Harris alleges ineffective assistance of counsel and also claims that
the district court erred in sentencing him. Because we find that the
record does not conclusively show ineffective assistance of counsel
and because we conclude that the district court did not commit plain
error in sentencing Harris, we affirm.
First, Harris claims that his rights under the Sixth Amendment
were denied by his counsel's performance at trial and sentencing.
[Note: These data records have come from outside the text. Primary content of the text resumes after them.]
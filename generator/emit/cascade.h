/* SPDX-License-Identifier: GPL-3.0-or-later */
/* <stage>_block for code: standalone on a part that has kernels: section by section over the whole
 * block, each by the kernel that the part likes best, state in registers meanwhile. <stage>_step
 * stays sample by sample, and takes what is left of a block that is no multiple of a turn. */
#ifndef PW_EMIT_CASCADE_H
#define PW_EMIT_CASCADE_H

#include "emit/code.h"
#include "emit/kernel.h"

/* The lvalue of a section's state word k (x1 x2 y1 y2, or s1 s2), with # for the section's number;
 * null where the section keeps no such word. of is the caller's own. */
typedef const char *(*pw_cascade_member)(const void *of, const pw_words *w, int k);

typedef struct pw_cascade {
    const pw_realisation *realisation;
    const pw_target *target;
    bool array;                  /* the state is s->d[section from 0][4]; otherwise member tells */
    pw_cascade_member member;
    const void *of;
} pw_cascade;

/* Whether some section has a kernel of the part. */
bool pw_cascade_fits(const pw_cascade *cascade);

/* Whether all have: then the state may be an array. */
bool pw_cascade_fits_all(const pw_cascade *cascade);

/* The kernels, their tables and the function $_block. Uses $_section_#(s, x) for sections without a
 * kernel and $_cascade(s, x) for the rest of a block, both of which must stand before. */
PW_CHECKED pw_status pw_cascade_emit(const pw_cascade *cascade, pw_code *file);

/* Its float half: groups of up to four sections, four samples a turn. */
bool pw_cascade_floats_fit(const pw_cascade *cascade);
void pw_cascade_floats(const pw_cascade *cascade, pw_code *file);

#endif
Specifically, Harris asserts that his counsel's failure to cross-examine
Government witnesses on their plea agreements, failure to challenge
the drug quantity calculations in the presentence report, and failure to
ask the court to make specific findings of fact regarding the amount
of drugs attributable to Harris amounted to ineffective assistance of
counsel. Harris contends that his counsel's actions actually prejudiced
him because, as a result, the sentencing court concluded that more
than 500 grams of cocaine were attributable to him and therefore sen-
tenced him to a mandatory sentence of ten years' imprisonment. We
find that ineffective assistance of counsel does not plainly appear on
the face of the record, and therefore we decline to address the claims.
See United States v. DeFusco, 949 F.2d 114, 120-21 (4th Cir. 1991)
(finding that ineffective assistance claims are generally not cognizable
on direct appeal and are more properly brought in motion pursuant to
28 U.S.C.A. § 2255 (West 1994 & Supp. 1997)).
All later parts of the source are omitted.